Take the material below and reproduce, word for word, only the lines from the line with "x DOUBLE NOT" through the line with "vol. 1 (1963)','',1963,'handbook','library_value',NULL,10.501);".

• _Exercise inputs_

_ _ _ _ _ _ _

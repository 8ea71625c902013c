BEGIN TRANSACTION;
CREATE TABLE alembic_version (
	version_num VARCHAR(32) NOT NULL, 
	CONSTRAINT alembic_version_pkc PRIMARY KEY (version_num)
);
INSERT INTO "alembic_version" VALUES('0001');
CREATE TABLE alias (
	alias_key TEXT NOT NULL, 
	phase_id INTEGER NOT NULL, 
	alias TEXT NOT NULL, 
	CONSTRAINT pk_alias PRIMARY KEY (alias_key), 
	CONSTRAINT fk_alias_phase_id_phase FOREIGN KEY(phase_id) REFERENCES phase (id)
);
INSERT INTO "alias" VALUES('feinsilber',1,'Feinsilber');
CREATE TABLE history (
	number INTEGER NOT NULL, 
	at TEXT NOT NULL, 
	who TEXT NOT NULL, 
	login TEXT NOT NULL, 
	host TEXT NOT NULL, 
	program_version TEXT NOT NULL, 
	action TEXT NOT NULL, 
	kind TEXT NOT NULL, 
	"key" TEXT NOT NULL, 
	"before" TEXT, 
	"after" TEXT, 
	remark TEXT NOT NULL, 
	previous_hash VARCHAR(64) NOT NULL, 
	hash VARCHAR(64) NOT NULL, 
	CONSTRAINT pk_history PRIMARY KEY (number)
);
INSERT INTO "history" VALUES(1,'2026-12-01T15:17:31.865677Z','Ann','ann','lab-pc','0.1.0','made','library','5ca602a1880c4f71bb89702096d31f04',NULL,'{"library_id":"5ca602a1880c4f71bb89702096d31f04"}','','0000000000000000000000000000000000000000000000000000000000000000','8fefac446d202efe8bce70c516af22e5bfee4d96182299539947a7fa60be8a03');
INSERT INTO "history" VALUES(2,'2026-12-01T15:17:31.936778Z','Ann','ann','lab-pc','0.1.0','entered','phase','80f7ca82b7b578c126240cc9ed11a7c2',NULL,'{"a_angstrom":4.0862,"aliases":["Feinsilber"],"drift_class":"alloy","drift_reason":"metal","entered_at":"2026-12-01T15:17:31.936778Z","entered_by":"Ann","formula":"Ag","lattice_type":"F","mineral_name":"Silver","name":"silver","sites":[{"b_iso":0.5,"label":"Ag1","position":[0.0,0.0,0.0],"species":[["Ag",1.0]]}],"sources":[{"citation":"Wyckoff, Crystal Structures 2nd ed. vol. 1 (1963)","density_g_cm3":10.501,"how":"library_value","kind":"handbook","year":1963},{"a_angstrom":4.0861,"citation":"Journal of Materials Science (1988) 23, 757-760","how":"read_in_source","kind":"paper","year":1988}],"space_group":"F m -3 m","standing":"draft","structure_type":"A1","tags":["metals"],"thermal_expansion_per_k":1.89e-05,"uid":"80f7ca82b7b578c126240cc9ed11a7c2","version":1}','','8fefac446d202efe8bce70c516af22e5bfee4d96182299539947a7fa60be8a03','a236bdca19d7cd9ef6b5b2e73c87eac9e3d351bfc513ebc148f12d5fef5ec570');
INSERT INTO "history" VALUES(3,'2026-12-01T15:17:31.961986Z','Ann','ann','lab-pc','0.1.0','entered','phase','1545fda12bb3dabc14e91b9e0074ff69',NULL,'{"a_angstrom":4.2417,"a_esd_angstrom":0.0002,"a_max_angstrom":4.25,"a_min_angstrom":4.22,"a_text":"4.2417(2)","drift_class":"solid solution","entered_at":"2026-12-01T15:17:31.961986Z","entered_by":"Ann","formula":"TiN","lattice_type":"F","measured_density_g_cm3":5.38,"name":"our nitride","remarks":"Zeile eins\n\"zwei\" – Ångström","sites":[{"b_iso":0.5,"label":"Ti1","position":[0.0,0.0,0.0],"species":[["Ti",1.0]]},{"b_iso":0.5,"label":"N1","position":[0.5,0.5,0.5],"species":[["N",1.0]]}],"sources":[{"citation":"own powder","doi":"10.1000/182","kind":"measured here"}],"space_group":"F m -3 m","standing":"draft","structure_type":"B1","temperature_K":298.0,"uid":"1545fda12bb3dabc14e91b9e0074ff69","version":1}','','a236bdca19d7cd9ef6b5b2e73c87eac9e3d351bfc513ebc148f12d5fef5ec570','7b824df10af1a41c021fc8465f4c663292f5c8c5fbe2f3f5f4d6482ba97339a6');
INSERT INTO "history" VALUES(4,'2026-12-01T15:17:31.989317Z','Ann','ann','lab-pc','0.1.0','entered','phase','f46d839fcbc5954bd56f9d74320fd36d',NULL,'{"a_angstrom":4.3,"drift_class":"line compound","entered_at":"2026-12-01T15:17:31.989317Z","entered_by":"Ann","formula":"FeO","lattice_type":"F","name":"typing slip","sources":[{"citation":"recalled","how":"from_memory","kind":"from memory"}],"standing":"draft","uid":"f46d839fcbc5954bd56f9d74320fd36d","version":1}','','7b824df10af1a41c021fc8465f4c663292f5c8c5fbe2f3f5f4d6482ba97339a6','fb401109e6c7cfb88d839cf812152f4cd00b1745089a70eab52f8bd2e8397cf4');
INSERT INTO "history" VALUES(5,'2026-12-01T15:17:32.011343Z','Bob','ann','lab-pc','0.1.0','checked','phase','80f7ca82b7b578c126240cc9ed11a7c2','{"a_angstrom":4.0862,"aliases":["Feinsilber"],"drift_class":"alloy","drift_reason":"metal","entered_at":"2026-12-01T15:17:31.936778Z","entered_by":"Ann","formula":"Ag","lattice_type":"F","mineral_name":"Silver","name":"silver","sites":[{"b_iso":0.5,"label":"Ag1","position":[0.0,0.0,0.0],"species":[["Ag",1.0]]}],"sources":[{"citation":"Wyckoff, Crystal Structures 2nd ed. vol. 1 (1963)","density_g_cm3":10.501,"how":"library_value","kind":"handbook","year":1963},{"a_angstrom":4.0861,"citation":"Journal of Materials Science (1988) 23, 757-760","how":"read_in_source","kind":"paper","year":1988}],"space_group":"F m -3 m","standing":"draft","structure_type":"A1","tags":["metals"],"thermal_expansion_per_k":1.89e-05,"uid":"80f7ca82b7b578c126240cc9ed11a7c2","version":1}','{"a_angstrom":4.0862,"aliases":["Feinsilber"],"checked_at":"2026-12-01T15:17:32.011343Z","checked_by":"Bob","drift_class":"alloy","drift_reason":"metal","entered_at":"2026-12-01T15:17:31.936778Z","entered_by":"Ann","formula":"Ag","lattice_type":"F","mineral_name":"Silver","name":"silver","sites":[{"b_iso":0.5,"label":"Ag1","position":[0.0,0.0,0.0],"species":[["Ag",1.0]]}],"sources":[{"citation":"Wyckoff, Crystal Structures 2nd ed. vol. 1 (1963)","density_g_cm3":10.501,"how":"library_value","kind":"handbook","year":1963},{"a_angstrom":4.0861,"citation":"Journal of Materials Science (1988) 23, 757-760","how":"read_in_source","kind":"paper","year":1988}],"space_group":"F m -3 m","standing":"checked","structure_type":"A1","tags":["metals"],"thermal_expansion_per_k":1.89e-05,"uid":"80f7ca82b7b578c126240cc9ed11a7c2","version":2}','','fb401109e6c7cfb88d839cf812152f4cd00b1745089a70eab52f8bd2e8397cf4','e9a28b2c447b33a9eefc699ac5ac997e7e8aae3fafffc067d4d6c6efc2c05a1b');
INSERT INTO "history" VALUES(6,'2026-12-01T15:17:32.053159Z','Bob','ann','lab-pc','0.1.0','revised','phase','1545fda12bb3dabc14e91b9e0074ff69','{"a_angstrom":4.2417,"a_esd_angstrom":0.0002,"a_max_angstrom":4.25,"a_min_angstrom":4.22,"a_text":"4.2417(2)","drift_class":"solid solution","entered_at":"2026-12-01T15:17:31.961986Z","entered_by":"Ann","formula":"TiN","lattice_type":"F","measured_density_g_cm3":5.38,"name":"our nitride","remarks":"Zeile eins\n\"zwei\" – Ångström","sites":[{"b_iso":0.5,"label":"Ti1","position":[0.0,0.0,0.0],"species":[["Ti",1.0]]},{"b_iso":0.5,"label":"N1","position":[0.5,0.5,0.5],"species":[["N",1.0]]}],"sources":[{"citation":"own powder","doi":"10.1000/182","kind":"measured here"}],"space_group":"F m -3 m","standing":"draft","structure_type":"B1","temperature_K":298.0,"uid":"1545fda12bb3dabc14e91b9e0074ff69","version":1}','{"a_angstrom":4.2421,"a_esd_angstrom":0.0002,"a_max_angstrom":4.25,"a_min_angstrom":4.22,"a_text":"4.2421","changed_at":"2026-12-01T15:17:32.053159Z","changed_by":"Bob","drift_class":"solid solution","entered_at":"2026-12-01T15:17:31.961986Z","entered_by":"Ann","formula":"TiN","lattice_type":"F","measured_density_g_cm3":5.38,"name":"our nitride","remarks":"Zeile eins\n\"zwei\" – Ångström","sites":[{"b_iso":0.5,"label":"Ti1","position":[0.0,0.0,0.0],"species":[["Ti",1.0]]},{"b_iso":0.5,"label":"N1","position":[0.5,0.5,0.5],"species":[["N",1.0]]}],"sources":[{"citation":"own powder","doi":"10.1000/182","kind":"measured here"}],"space_group":"F m -3 m","standing":"draft","structure_type":"B1","temperature_K":298.0,"uid":"1545fda12bb3dabc14e91b9e0074ff69","version":2}','new standard','e9a28b2c447b33a9eefc699ac5ac997e7e8aae3fafffc067d4d6c6efc2c05a1b','4362ad508b1e038dd7bfca67ef3f2761ca93edce9b19ad62346671fddf0f3693');
INSERT INTO "history" VALUES(7,'2026-12-01T15:17:32.077318Z','Bob','ann','lab-pc','0.1.0','withdrawn','phase','f46d839fcbc5954bd56f9d74320fd36d','{"a_angstrom":4.3,"drift_class":"line compound","entered_at":"2026-12-01T15:17:31.989317Z","entered_by":"Ann","formula":"FeO","lattice_type":"F","name":"typing slip","sources":[{"citation":"recalled","how":"from_memory","kind":"from memory"}],"standing":"draft","uid":"f46d839fcbc5954bd56f9d74320fd36d","version":1}','{"a_angstrom":4.3,"drift_class":"line compound","entered_at":"2026-12-01T15:17:31.989317Z","entered_by":"Ann","formula":"FeO","lattice_type":"F","name":"typing slip","replaced_by":"1545fda12bb3dabc14e91b9e0074ff69","sources":[{"citation":"recalled","how":"from_memory","kind":"from memory"}],"standing":"withdrawn","uid":"f46d839fcbc5954bd56f9d74320fd36d","version":2,"withdrawn_reason":"wrong formula"}','wrong formula','4362ad508b1e038dd7bfca67ef3f2761ca93edce9b19ad62346671fddf0f3693','2ef4a442d513c2c76c4812a37c76124f238448ae5e90bc71f3f7ce93f72defc3');
CREATE TABLE phase (
	id INTEGER NOT NULL, 
	uid VARCHAR(32) NOT NULL, 
	name TEXT NOT NULL, 
	name_key TEXT NOT NULL, 
	mineral_name TEXT NOT NULL, 
	formula TEXT NOT NULL, 
	formula_key TEXT NOT NULL, 
	elements TEXT NOT NULL, 
	lattice_type VARCHAR(1) NOT NULL, 
	a_angstrom DOUBLE NOT NULL, 
	a_esd_angstrom DOUBLE, 
	a_text TEXT NOT NULL, 
	temperature_k DOUBLE, 
	expansion_per_k DOUBLE, 
	structure_type TEXT, 
	free_parameters TEXT NOT NULL, 
	space_group TEXT NOT NULL, 
	formula_units_per_cell DOUBLE, 
	assumed TEXT NOT NULL, 
	drift_class TEXT NOT NULL, 
	drift_reason TEXT NOT NULL, 
	a_min_angstrom DOUBLE, 
	a_max_angstrom DOUBLE, 
	measured_density_g_cm3 DOUBLE, 
	remarks TEXT NOT NULL, 
	standing TEXT NOT NULL, 
	version INTEGER NOT NULL, 
	entered_by TEXT NOT NULL, 
	entered_at TEXT NOT NULL, 
	changed_by TEXT, 
	changed_at TEXT, 
	checked_by TEXT, 
	checked_at TEXT, 
	withdrawn_reason TEXT, 
	replaced_by VARCHAR(32), 
	checksum VARCHAR(64) NOT NULL, 
	CONSTRAINT pk_phase PRIMARY KEY (id), 
	CONSTRAINT ck_phase_lattice_type CHECK (lattice_type IN ('P', 'I', 'F')), 
	CONSTRAINT ck_phase_a_angstrom CHECK (a_angstrom > 0 AND a_angstrom < 1000), 
	CONSTRAINT ck_phase_standing CHECK (standing IN ('draft', 'checked', 'withdrawn')), 
	CONSTRAINT ck_phase_drift_class CHECK (drift_class IN ('line compound', 'alloy', 'solid solution')), 
	CONSTRAINT ck_phase_version CHECK (version >= 1), 
	CONSTRAINT uq_phase_uid UNIQUE (uid), 
	CONSTRAINT uq_phase_name_key UNIQUE (name_key)
);
INSERT INTO "phase" VALUES(1,'80f7ca82b7b578c126240cc9ed11a7c2','silver','silver','Silver','Ag','Ag',' Ag ','F',4.0862,NULL,'',NULL,1.89e-05,'A1','','F m -3 m',NULL,'[]','alloy','metal',NULL,NULL,NULL,'','checked',2,'Ann','2026-12-01T15:17:31.936778Z',NULL,NULL,'Bob','2026-12-01T15:17:32.011343Z',NULL,NULL,'75e7be881c3f92742d78f42dc8f4f29e333de0b069a885c603d7b17895acd76f');
INSERT INTO "phase" VALUES(2,'1545fda12bb3dabc14e91b9e0074ff69','our nitride','our nitride','','TiN','NTi',' Ti N ','F',4.2421,0.0002,'4.2421',298.0,NULL,'B1','','F m -3 m',NULL,'[]','solid solution','',4.22,4.25,5.38,'Zeile eins
"zwei" – Ångström','draft',2,'Ann','2026-12-01T15:17:31.961986Z','Bob','2026-12-01T15:17:32.053159Z',NULL,NULL,NULL,NULL,'e2db83b2034c67d056e05d082bb16bcdb55ea97dad21423fecc1bf81a7fe7420');
INSERT INTO "phase" VALUES(3,'f46d839fcbc5954bd56f9d74320fd36d','typing slip','typing slip','','FeO','FeO',' Fe O ','F',4.3,NULL,'',NULL,NULL,NULL,'','',NULL,'[]','line compound','',NULL,NULL,NULL,'','withdrawn',2,'Ann','2026-12-01T15:17:31.989317Z',NULL,NULL,NULL,NULL,'wrong formula','1545fda12bb3dabc14e91b9e0074ff69','66171e7e705acc67354e214de78ec10b5f3e86d461bd3c94b21773bd93a3d87f');
CREATE TABLE site (
	phase_id INTEGER NOT NULL, 
	position INTEGER NOT NULL, 
	label TEXT NOT NULL, 
	species TEXT NOT NULL, 
	x DOUBLE NOT NULL, 
	y DOUBLE NOT NULL, 
	z DOUBLE NOT NULL, 
	b_iso DOUBLE NOT NULL, 
	CONSTRAINT pk_site PRIMARY KEY (phase_id, position), 
	CONSTRAINT fk_site_phase_id_phase FOREIGN KEY(phase_id) REFERENCES phase (id)
);
INSERT INTO "site" VALUES(1,0,'Ag1','[["Ag",1.0]]',0.0,0.0,0.0,0.5);
INSERT INTO "site" VALUES(2,0,'Ti1','[["Ti",1.0]]',0.0,0.0,0.0,0.5);
INSERT INTO "site" VALUES(2,1,'N1','[["N",1.0]]',0.5,0.5,0.5,0.5);
CREATE TABLE source (
	phase_id INTEGER NOT NULL, 
	position INTEGER NOT NULL, 
	citation TEXT NOT NULL, 
	doi TEXT NOT NULL, 
	year INTEGER, 
	kind TEXT NOT NULL, 
	how TEXT NOT NULL, 
	a_angstrom DOUBLE, 
	density_g_cm3 DOUBLE, 
	CONSTRAINT pk_source PRIMARY KEY (phase_id, position), 
	CONSTRAINT fk_source_phase_id_phase FOREIGN KEY(phase_id) REFERENCES phase (id), 
	CONSTRAINT ck_source_kind CHECK (kind IN ('standard', 'handbook', 'paper', 'data package', 'measured here', 'from memory'))
);
INSERT INTO "source" VALUES(1,0,'Wyckoff, Crystal Structures 2nd ed. vol. 1 (1963)','',1963,'handbook','library_value',NULL,10.501);
INSERT INTO "source" VALUES(1,1,'Journal of Materials Science (1988) 23, 757-760','',1988,'paper','read_in_source',4.0861,NULL);
INSERT INTO "source" VALUES(2,0,'own powder','10.1000/182',NULL,'measured here','',NULL,NULL);
INSERT INTO "source" VALUES(3,0,'recalled','',NULL,'from memory','from_memory',NULL,NULL);
CREATE TABLE state (
	id INTEGER NOT NULL, 
	library_id VARCHAR(32) NOT NULL, 
	phase_count INTEGER NOT NULL, 
	fingerprint VARCHAR(64) NOT NULL, 
	history_count INTEGER NOT NULL, 
	history_head VARCHAR(64) NOT NULL, 
	CONSTRAINT pk_state PRIMARY KEY (id), 
	CONSTRAINT ck_state_one_row CHECK (id = 1)
);
INSERT INTO "state" VALUES(1,'5ca602a1880c4f71bb89702096d31f04',2,'beda60b88fe6c6abb9a77283dc351f7747db11027887049aa2b0e4b7d14f240e',7,'2ef4a442d513c2c76c4812a37c76124f238448ae5e90bc71f3f7ce93f72defc3');
CREATE TABLE strength_cache (
	phase_id INTEGER NOT NULL, 
	method INTEGER NOT NULL, 
	n BLOB NOT NULL, 
	strength BLOB NOT NULL, 
	checksum VARCHAR(64) NOT NULL, 
	CONSTRAINT pk_strength_cache PRIMARY KEY (phase_id), 
	CONSTRAINT fk_strength_cache_phase_id_phase FOREIGN KEY(phase_id) REFERENCES phase (id)
);
INSERT INTO "strength_cache" VALUES(1,1,X'0300000004000000080000000B0000000C000000100000001300000014000000180000001B000000200000002300000024000000280000002B0000002C000000300000003300000034000000380000003B000000400000004300000044000000480000004B0000004C00000050000000',X'E58EA1B44C610541A7C5EB6D4574FC400E835600C16603416BEAD1EC45110F4189B0ABA64065F340D5CF9860F916E740600B24A8AAEA03410E96AC11C5070341553DAC5BEF18004116C534717B29034107ABDC0B142DE84020B169D2FEF00541AD7C7AA7B593FA40D103EB8D63CFF24094EB350B1C35F14092089A711BB6F0404B720B0119DBD34018D8F64CC45BFB4072FA5BEAE499EA40C0938FEEE3CCF740E64A5849D56F00414FEC2CE43C21C340E2E6313D4BA5E140558CE175DE2DF1409F46B060F229E7401AD446D47BA4F0408F6DC6F4E9C9DB40E65169916706D940','382e874a67e12feaa185395b5aec97401915cf0f374ade57734b07b19d035861');
INSERT INTO "strength_cache" VALUES(2,1,X'0300000004000000080000000B0000000C000000100000001300000014000000180000001B000000200000002300000024000000280000002B0000002C000000300000003300000034000000380000003B000000400000004300000044000000480000004B0000004C00000050000000530000005400000058000000',X'E488AFD99F8FD040899735368594E04067F294CE776AE440E6AEA606CBD3D9405F41679C4C09D340711C10EF03A0C5405E0DA75DD70DD040D2C40812C652E14018A83370DCE2DC40C43408AF8D6ECE40D48CBF9A43A4C5406E9466BAE085D14037867816BEF2D74063FB6D8BD01BD140AA559A1354FDBB408C026C3550BCCE4057AA7899837AB24092CDEF7872CBC64011CFE9AB8110C9400C25942A52B5D640AF442B562E1FCC4041C9DC07B9B5A240939178C36F01AF4060B64C145601D140EBE28449EF32C7404A2205EF8503BE40A2363EEDD725BC40BC5D57F386A0B9406F6871FCBE0CC0407DA03E6EC057C740617454597A45B540','46ac95fdeab678260fd223c230c47e3303990be7eeadca37ffcc9298781334e7');
CREATE TABLE tag (
	phase_id INTEGER NOT NULL, 
	tag TEXT NOT NULL, 
	CONSTRAINT pk_tag PRIMARY KEY (phase_id, tag), 
	CONSTRAINT fk_tag_phase_id_phase FOREIGN KEY(phase_id) REFERENCES phase (id)
);
INSERT INTO "tag" VALUES(1,'metals');
CREATE INDEX ix_phase_lattice_type_a_angstrom ON phase (lattice_type, a_angstrom, standing);
CREATE INDEX ix_alias_phase_id ON alias (phase_id);
CREATE INDEX ix_history_key ON history ("key");
CREATE TRIGGER history_no_update BEFORE UPDATE ON history BEGIN SELECT RAISE(ABORT, 'the history is append-only'); END;
CREATE TRIGGER history_no_delete BEFORE DELETE ON history BEGIN SELECT RAISE(ABORT, 'the history is append-only'); END;
COMMIT;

_ _ _ _ _ _ _

• _Output_
	x DOUBLE NOT NULL, 
	y DOUBLE NOT NULL, 
	z DOUBLE NOT NULL, 
	b_iso DOUBLE NOT NULL, 
	CONSTRAINT pk_site PRIMARY KEY (phase_id, position), 
	CONSTRAINT fk_site_phase_id_phase FOREIGN KEY(phase_id) REFERENCES phase (id)
);
INSERT INTO "site" VALUES(1,0,'Ag1','[["Ag",1.0]]',0.0,0.0,0.0,0.5);
INSERT INTO "site" VALUES(2,0,'Ti1','[["Ti",1.0]]',0.0,0.0,0.0,0.5);
INSERT INTO "site" VALUES(2,1,'N1','[["N",1.0]]',0.5,0.5,0.5,0.5);
CREATE TABLE source (
	phase_id INTEGER NOT NULL, 
	position INTEGER NOT NULL, 
	citation TEXT NOT NULL, 
	doi TEXT NOT NULL, 
	year INTEGER, 
	kind TEXT NOT NULL, 
	how TEXT NOT NULL, 
	a_angstrom DOUBLE, 
	density_g_cm3 DOUBLE, 
	CONSTRAINT pk_source PRIMARY KEY (phase_id, position), 
	CONSTRAINT fk_source_phase_id_phase FOREIGN KEY(phase_id) REFERENCES phase (id), 
	CONSTRAINT ck_source_kind CHECK (kind IN ('standard', 'handbook', 'paper', 'data package', 'measured here', 'from memory'))
);
INSERT INTO "source" VALUES(1,0,'Wyckoff, Crystal Structures 2nd ed. vol. 1 (1963)','',1963,'handbook','library_value',NULL,10.501);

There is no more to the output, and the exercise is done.